=== Exercise directions ===
An exact transcript of the records is what this task asks for.

*** Available records ***

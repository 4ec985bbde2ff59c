/* calplot.c - calibration charts for `sedgrade cal show|fit --plot`. */
#include "cli/calplot.h"

#include <math.h>
#include <stdio.h>
#include <string.h>

#include "cli/cli.h"

/* Axis labels of each part (calib.h: what x and y hold). */
static void labels(const struct sg_cal_result *r, const char **x, const char **y, const char **res)
{
    switch (r->part) {
    case SG_CAL_PART_DEPTH:
        *x = "reading (scale units)";
        *y = r->has_intercept ? "effective depth H (mm)" : "neck to graduation (mm)";
        *res = "residual (mm)";
        return;
    case SG_CAL_PART_MENISCUS:
        *x = "reading at the top of the meniscus (scale units)";
        *y = "meniscus correction (scale units)";
        *res = "residual (scale units)";
        return;
    case SG_CAL_PART_BLANK:
        *x = "temperature (\xc2\xb0" "C)";
        *y = "blank (composite) reading (scale units)";
        *res = "residual (scale units)";
        return;
    case SG_CAL_PART_SCALE:
        *x = "reference (scale units)";
        *y = "hydrometer reading (scale units)";
        *res = "scale error (scale units)";
        return;
    case SG_CAL_PART_AREA:
        *x = "graduation (mL)";
        *y = "height above datum (mm)";
        *res = "residual (mm)";
        return;
    case SG_CAL_PART_VOLUME:
        *x = "water delivered (g)";
        *y = "volume (mL)";
        *res = "residual (mL)";
        return;
    case SG_CAL_PART_OFFSET:
    case SG_CAL_PART_COUNT: break;
    }
    *x = "reference temperature (\xc2\xb0" "C)";
    *y = "correction (\xc2\xb0" "C)";
    *res = "residual (\xc2\xb0" "C)";
}

/* The straight line through the fitted values y - residual (least squares,
 * exact when they lie on a line; a constant when x does not vary). */
static void line_of(const struct sg_cal_result *r, double *c0, double *c1)
{
    double mx = 0.0, mf = 0.0;
    for (size_t i = 0; i < r->n; i++) {
        mx += r->x[i];
        mf += r->y[i] - r->residual[i];
    }
    mx /= (double)r->n;
    mf /= (double)r->n;
    double sxx = 0.0, sxf = 0.0;
    for (size_t i = 0; i < r->n; i++) {
        sxx += (r->x[i] - mx) * (r->x[i] - mx);
        sxf += (r->x[i] - mx) * (r->y[i] - r->residual[i] - mf);
    }
    *c1 = sxx > 0.0 ? sxf / sxx : 0.0;
    *c0 = mf - *c1 * mx;
}

int sg_cli_cal_plot(const struct sg_cal_instrument *ins, size_t i, const struct sg_cal_result *res,
                    enum sg_plot_format fmt, const char *out_dir)
{
    if (res->n < 1)
        return SG_EXIT_OK; /* nothing observed: nothing to draw */
    char label[96], name[128], path[4096], title[200], note[400], date[11];
    sg_cal_entry_label(ins, i, label, sizeof label);
    for (char *p = label; *p; p++)
        if (*p == '@' || *p == '#' || *p == '/')
            *p = '_';
    const char *part = sg_cal_part_name(res->part);
    (void)snprintf(name, sizeof name, "%s.%s.%s", label, part, sg_plot_extension(fmt));
    if (snprintf(path, sizeof path, "%s/%s", out_dir, name) >= (int)sizeof path) {
        sg_cli_errorf("'%s': output path too long", name);
        return SG_EXIT_IO;
    }
    sg_date_format(ins->events[i].date, date);
    (void)snprintf(title, sizeof title, "%s \xe2\x80\x94 %s, %s %s", ins->id, part,
                   sg_cal_event_type_name(ins->events[i].type), date);
    (void)snprintf(note, sizeof note, "%s", res->decision);
    const char *xl, *yl, *rl;
    labels(res, &xl, &yl, &rl);
    struct sg_plot_fit f = {
        .title = title,
        .note = note,
        .x_label = xl,
        .y_label = yl,
        .residual_label = rl,
        .xs = res->x,
        .ys = res->y,
        .n = res->n,
        .residuals = true,
        .create_date = date,
    };
    line_of(res, &f.c0, &f.c1);
    char caption[96];
    if (res->part == SG_CAL_PART_SCALE) {
        f.line_label = "line: reading = reference";
    } else if (res->part == SG_CAL_PART_MENISCUS || res->part == SG_CAL_PART_VOLUME ||
               res->part == SG_CAL_PART_OFFSET) {
        (void)snprintf(caption, sizeof caption, "mean = %.5g", res->value);
        f.line_label = caption;
    }
    struct sg_error err;
    const enum sg_status st = sg_plot_fit_write(&f, fmt, path, &err);
    if (st != SG_OK) {
        sg_cli_report(NULL, &err);
        return sg_cli_exit_for(st);
    }
    printf("  chart: %s\n", path);
    return SG_EXIT_OK;
}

*** End of Available records ***

=== Result ===
repository 4ec985bbde2ff59c
/* calplot.c - calibration charts for `sedgrade cal show|fit --plot`. */
#include "cli/calplot.h"

#include <math.h>
#include <stdio.h>
#include <string.h>

#include "cli/cli.h"

/* Axis labels of each part (calib.h: what x and y hold). */
static void labels(const struct sg_cal_result *r, const char **x, const char **y, const char **res)
{
    switch (r->part) {
    case SG_CAL_PART_DEPTH:
        *x = "reading (scale units)";
        *y = r->has_intercept ? "effective depth H (mm)" : "neck to graduation (mm)";
        *res = "residual (mm)";
        return;
    case SG_CAL_PART_MENISCUS:
        *x = "reading at the top of the meniscus (scale units)";
        *y = "meniscus correction (scale units)";
        *res = "residual (scale units)";
        return;
    case SG_CAL_PART_BLANK:
        *x = "temperature (\xc2\xb0" "C)";
        *y = "blank (composite) reading (scale units)";
        *res = "residual (scale units)";
        return;
    case SG_CAL_PART_SCALE:
        *x = "reference (scale units)";
        *y = "hydrometer reading (scale units)";
        *res = "scale error (scale units)";
        return;
    case SG_CAL_PART_AREA:
        *x = "graduation (mL)";
        *y = "height above datum (mm)";
        *res = "residual (mm)";
        return;
    case SG_CAL_PART_VOLUME:
        *x = "water delivered (g)";
        *y = "volume (mL)";
        *res = "residual (mL)";
        return;
    case SG_CAL_PART_OFFSET:
    case SG_CAL_PART_COUNT: break;
    }
    *x = "reference temperature (\xc2\xb0" "C)";
    *y = "correction (\xc2\xb0" "C)";
    *res = "residual (\xc2\xb0" "C)";
}

/* The straight line through the fitted values y - residual (least squares,
 * exact when they lie on a line; a constant when x does not vary). */
static void line_of(const struct sg_cal_result *r, double *c0, double *c1)
{
    double mx = 0.0, mf = 0.0;
    for (size_t i = 0; i < r->n; i++) {
        mx += r->x[i];
        mf += r->y[i] - r->residual[i];
    }
    mx /= (double)r->n;
    mf /= (double)r->n;
    double sxx = 0.0, sxf = 0.0;
    for (size_t i = 0; i < r->n; i++) {
        sxx += (r->x[i] - mx) * (r->x[i] - mx);
        sxf += (r->x[i] - mx) * (r->y[i] - r->residual[i] - mf);
    }
    *c1 = sxx > 0.0 ? sxf / sxx : 0.0;
    *c0 = mf - *c1 * mx;
}

int sg_cli_cal_plot(const struct sg_cal_instrument *ins, size_t i, const struct sg_cal_result *res,
                    enum sg_plot_format fmt, const char *out_dir)
{
    if (res->n < 1)
        return SG_EXIT_OK; /* nothing observed: nothing to draw */
    char label[96], name[128], path[4096], title[200], note[400], date[11];
    sg_cal_entry_label(ins, i, label, sizeof label);
    for (char *p = label; *p; p++)
        if (*p == '@' || *p == '#' || *p == '/')
            *p = '_';
    const char *part = sg_cal_part_name(res->part);
    (void)snprintf(name, sizeof name, "%s.%s.%s", label, part, sg_plot_extension(fmt));
    if (snprintf(path, sizeof path, "%s/%s", out_dir, name) >= (int)sizeof path) {
        sg_cli_errorf("'%s': output path too long", name);
        return SG_EXIT_IO;
    }
    sg_date_format(ins->events[i].date, date);
    (void)snprintf(title, sizeof title, "%s \xe2\x80\x94 %s, %s %s", ins->id, part,
                   sg_cal_event_type_name(ins->events[i].type), date);
    (void)snprintf(note, sizeof note, "%s", res->decision);
    const char *xl, *yl, *rl;
    labels(res, &xl, &yl, &rl);
    struct sg_plot_fit f = {
        .title = title,
        .note = note,
        .x_label = xl,
        .y_label = yl,
        .residual_label = rl,
        .xs = res->x,
        .ys = res->y,
        .n = res->n,
        .residuals = true,
        .create_date = date,
    };
    line_of(res, &f.c0, &f.c1);
    char caption[96];
    if (res->part == SG_CAL_PART_SCALE) {
        f.line_label = "line: reading = reference";
    } else if (res->part == SG_CAL_PART_MENISCUS || res->part == SG_CAL_PART_VOLUME ||
               res->part == SG_CAL_PART_OFFSET) {
        (void)snprintf(caption, sizeof caption, "mean = %.5g", res->value);
        f.line_label = caption;
    }
    struct sg_error err;
    const enum sg_status st = sg_plot_fit_write(&f, fmt, path, &err);
    if (st != SG_OK) {
        sg_cli_report(NULL, &err);
        return sg_cli_exit_for(st);
    }
    printf("  chart: %s\n", path);
    return SG_EXIT_OK;
}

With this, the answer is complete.